# 9/11 Tribute Pen



## Buzzzz4 (Apr 17, 2010)

It is a Jr. Statesman. I had Constant create a flag with his laser that fit just the body of the pen. 
I then turned some alternate ivory for the cap and layed on the 9/11 stamps covered with more coats of CA then I can count. 

It was a lot of fun to create as this was my first attempt at stamps and a flag blank.

Thanks for looking!


----------



## Grizz (Apr 17, 2010)

That is one totally awesome pen.  Wow!  Great idea and execution.


----------



## maxman400 (Apr 17, 2010)

:crying: That's A Beautiful Pen!! :crying: Thanks for sharing.:usflag::good::good::good:


----------



## hunter-27 (Apr 17, 2010)




----------



## David Keller (Apr 17, 2010)

That's a creative idea and nice execution.


----------



## Pioneerpens (Apr 17, 2010)

Beautiful pen! well done!


----------



## bitshird (Apr 17, 2010)

Outstanding pen, a great effort and excellent design.


----------



## Lenny (Apr 17, 2010)

Grizz beat me to it ....* Awesome* is the word that came to my mind when I saw it! 
Nicely done!!


----------



## ZanderPommo (Apr 17, 2010)

Having just seen this one in person, I can safely say that this is truly a magnificent pen. well done


----------



## mbroberg (Apr 17, 2010)

ZanderPommo said:


> Having just seen this one in person, I can safely say that this is truly a magnificent pen. well done




I can 2nd that.  It is a work of art!


----------



## ed4copies (Apr 17, 2010)

When I saw that title, I thought, "This better be GOOD"--that's a tough tribute to create.

NICE job, tastefully respectful!!!


----------



## Mark (Apr 17, 2010)

Wow. I love that pen.

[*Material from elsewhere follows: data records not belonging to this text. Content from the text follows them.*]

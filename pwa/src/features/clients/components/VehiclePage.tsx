import { lazy, Suspense, useMemo, useState } from 'react';
import { Link, useParams } from 'react-router-dom';
import { isJobStage, type SignatureRow } from '@panelpass/shared';
import { EmptyState } from '../../../components/EmptyState';
import { useSession } from '../../auth/hooks/useSession';
import { StageTag } from '../../jobs/components/StageTag';
import { PhotoStrip } from '../../photos';
import { useUnits } from '../../settings/useUnits';
import { useMoney } from '../../shelf/hooks/useMoney';
import { useVehicleFile, type VehicleFile } from '../hooks/useClients';
import { vehicleName } from '../model/clients';
import { readingsHistory, readingsSummary } from '../model/readings';
import { OfficePage } from './OfficePage';
import { ReadingsTable } from './ReadingsTable';
import { BODY_STYLE_WORDS, VehicleSheet } from './VehicleSheet';
import '../../prep/kit/stageKit.css';
import '../../shelf/shelf.css';

// The chart brings uPlot: loaded only when a vehicle's history is opened.
const ReadingsChart = lazy(() =>
  import('./ReadingsChart').then((m) => ({ default: m.ReadingsChart })),
);

const SIGNATURE_WORDS: Record<string, string> = {
  condition: 'Condition record',
  acceptance: 'Work accepted',
  quote: 'Quote accepted',
};

const dateWords = (iso: string) =>
  new Date(iso).toLocaleDateString(undefined, { day: 'numeric', month: 'short', year: 'numeric' });
const dateTimeWords = (iso: string) =>
  new Date(iso).toLocaleString(undefined, {
    day: 'numeric',
    month: 'short',
    year: 'numeric',
    hour: '2-digit',
    minute: '2-digit',
  });

/**
 * One vehicle's history: its details, every visit (date, stage, price), the paint film per
 * panel over time (a chart and the same numbers in a table), its photos (from the phone's
 * own copies where it has them) and the signatures on its visits.
 */
export default function VehiclePage() {
  const { vehicleId } = useParams<{ vehicleId: string }>();
  const file = useVehicleFile(vehicleId);
  const vehicle = file?.vehicle ?? null;
  return (
    <OfficePage
      title={vehicle ? vehicleName(vehicle) : 'Vehicle'}
      backTo={vehicle ? `/clients/${vehicle.customerId}` : '/clients'}
      backWords="Back to the customer"
    >
      {file === undefined ? (
        <div className="pp-loading" aria-busy="true" />
      ) : vehicle === null ? (
        <EmptyState title="This vehicle is not on this phone">
          <p>
            <Link className="pp-link" to="/clients">
              Back to the clients
            </Link>
          </p>
        </EmptyState>
      ) : (
        <VehicleHistory file={file} />
      )}
    </OfficePage>
  );
}

function VehicleHistory({ file }: { file: VehicleFile }) {
  const vehicle = file.vehicle!;
  const isOwner = useSession()?.user.role === 'owner';
  const units = useUnits();
  const money = useMoney();
  const [editing, setEditing] = useState(false);
  const history = useMemo(
    () => readingsHistory(file.jobs, file.panels, file.readings),
    [file.jobs, file.panels, file.readings],
  );
  const summary = readingsSummary(history, units.formatThickness);

  return (
    <div className="pp-office">
      <section className="pp-office-section" aria-labelledby="pp-vehicle-facts">
        <h2 id="pp-vehicle-facts" className="pp-office-section__title">
          The vehicle
        </h2>
        <dl className="pp-office-facts">
          <dt>Plate</dt>
          <dd>{vehicle.plate ?? 'Not given'}</dd>
          <dt>Owner</dt>
          <dd>
            {file.customer ? (
              <Link className="pp-link" to={`/clients/${file.customer.id}`}>
                {file.customer.name}
              </Link>
            ) : (
              'Not on this phone'
            )}
          </dd>
          <dt>Body style</dt>
          <dd>{BODY_STYLE_WORDS[vehicle.bodyStyle] ?? vehicle.bodyStyle}</dd>
          {vehicle.paintNotes ? (
            <>
              <dt>Paint notes</dt>
              <dd>{vehicle.paintNotes}</dd>
            </>
          ) : null}
        </dl>
        {isOwner ? (
          <button
            type="button"
            className="pp-button pp-button--quiet"
            onClick={() => setEditing(true)}
          >
            Change the vehicle
          </button>
        ) : null}
      </section>

      <section className="pp-office-section" aria-labelledby="pp-vehicle-jobs">
        <h2 id="pp-vehicle-jobs" className="pp-office-section__title">
          Visits
        </h2>
        {file.jobs.length ? (
          <ul className="pp-office-list" aria-label="Visits of this vehicle">
            {file.jobs.map((j) => (
              <li key={j.id}>
                <Link className="pp-office-row" to={`/jobs/${j.id}`}>
                  <span className="pp-office-row__top">
                    <span className="pp-office-row__name">{dateWords(j.windowStart)}</span>
                    {isJobStage(j.stage) ? <StageTag stage={j.stage} /> : j.stage}
                  </span>
                  <span className="pp-office-row__meta">
                    {j.services.length ? j.services.join(', ') : 'No work listed'}
                  </span>
                  {j.priceMinor !== undefined ? (
                    <span className="pp-office-row__figure">{money.amount(j.priceMinor)}</span>
                  ) : null}
                </Link>
              </li>
            ))}
          </ul>
        ) : (
          <p className="pp-stage-muted">No visits yet.</p>
        )}
      </section>

      <section className="pp-office-section" aria-labelledby="pp-vehicle-readings">
        <h2 id="pp-vehicle-readings" className="pp-office-section__title">
          Paint film over time
        </h2>
        {history.visits.length ? (
          <>
            <Suspense fallback={<div className="pp-office-chart" aria-busy="true" />}>
              <ReadingsChart
                history={history}
                summary={summary}
                fromUm={units.fromUm}
                unitSymbol={units.thicknessSymbol}
              />
            </Suspense>
            <ReadingsTable
              history={history}
              formatThickness={units.formatThickness}
              unitSymbol={units.thicknessSymbol}
            />
          </>
        ) : (
          <p className="pp-stage-muted">{summary}</p>
        )}
      </section>

      <section className="pp-office-section" aria-labelledby="pp-vehicle-photos">
        <h2 id="pp-vehicle-photos" className="pp-office-section__title">
          Photos
        </h2>
        <PhotoStrip
          photos={file.photos}
          label="Photos of this vehicle"
          empty="No photos of this vehicle yet."
        />
      </section>

      <section className="pp-office-section" aria-labelledby="pp-vehicle-signatures">
        <h2 id="pp-vehicle-signatures" className="pp-office-section__title">
          Signatures
        </h2>
        {file.signatures.length ? (
          <ul className="pp-office-list" aria-label="Signatures">
            {file.signatures.map((s) => (
              <li key={s.id}>
                <SignatureItem signature={s} />
              </li>
            ))}
          </ul>
        ) : (
          <p className="pp-stage-muted">No signatures on this vehicle’s visits yet.</p>
        )}
      </section>

      {isOwner ? (
        <VehicleSheet
          isOpen={editing}
          onClose={() => setEditing(false)}
          customerId={vehicle.customerId}
          vehicle={vehicle}
        />
      ) : null}
    </div>
  );
}

/** A signature: what was signed, by whom and when, and the fingerprint of what was signed. */
function SignatureItem({ signature: s }: { signature: SignatureRow }) {
  return (
    <div className="pp-card pp-card--done">
      <p className="pp-card__title">{SIGNATURE_WORDS[s.kind] ?? s.kind}</p>
      <p className="pp-stage-muted">
        Signed by {s.signerName} on {dateTimeWords(s.signedAt)}
      </p>
      <p className="pp-office-hash">
        <span>Record fingerprint (SHA-256): </span>
        <code>{s.recordHash}</code>
      </p>
    </div>
  );
}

Thank you for creating such an awesome tribute...


----------



## AceMrFixIt (Apr 17, 2010)

Very nice, it should go quick if you sell it.


----------



## jbostian (Apr 17, 2010)

That is an awesome pen!  

Jamie


----------



## witz1976 (Apr 17, 2010)

It's already been said, but this is a superb pen.  I love the tribute, very tastefully done.


----------



## THarvey (Apr 17, 2010)

*Awesome Tribute - WELL DONE!!*


----------



## seamus7227 (Apr 17, 2010)

That is the greatest pen ALIVE!!! oh , sorry, i got excited. What a perfect combination of materials. Thanks for sharing and inspiring.!:airplane::airplane::usflag::airplane:


----------



## Stevej72 (Apr 17, 2010)

Great job, that is a beautiful pen!


----------



## boxerman (Apr 17, 2010)

AWESOME JOB. SUPER JOB ON THAT PEN. THATS WORTH A MILLION.


----------



## CSue (Apr 17, 2010)

Absolutely stunning.  Great idea and execution.


----------



## jocat54 (Apr 17, 2010)

Lenny said:


> Grizz beat me to it ....* Awesome* is the word that came to my mind when I saw it!
> Nicely done!!


 

That's the word that came to my mind first. Well done.


----------



## jttheclockman (Apr 17, 2010)

That is a top notch pen and idea. Well executed all the way around. Is this for someone special or is this a gift or auction thing. Are you just making them to sell???


----------



## workinforwood (Apr 18, 2010)

That's really beautiful Eric.  Cool idea and great execution.


----------



## Jim15 (Apr 18, 2010)

Fabulous pen, great job.


----------



## papaturner (Apr 18, 2010)

That is totally AWESOME,Salute! That may very well be my favorite pen to date. Great imagination and creativity.


----------



## Buzzzz4 (Apr 18, 2010)

Thanks for all the great comments! 
I had bought these stamps back in 2002 and always felt bad that the just sat in a drawer and not out where the could be displayed. I was personally moved by the power of the human spirit on that day and the days that followed. Creating this pen for me was a way to display that human spirit and the pride I have in our country. I didn't create this pen for anyone in particular. 
I entered this pen in the MPG pen competition, and it took 2nd place. I don't have plans to sell it at this point as it has a special place in my collection.


----------



## Buzzzz4 (Apr 19, 2010)

Thanks! Not for an auction or anything in particular. This pen had a lot of firsts for me, so I plan to hang on to it for a while.



jttheclockman said:


> That is a top notch pen and idea. Well executed all the way around. Is this for someone special or is this a gift or auction thing. Are you just making them to sell???


----------



## mbroberg (Apr 19, 2010)

Buzzzz4 said:


> Thanks! Not for an auction or anything in particular. This pen had a lot of firsts for me, so I plan to hang on to it for a while.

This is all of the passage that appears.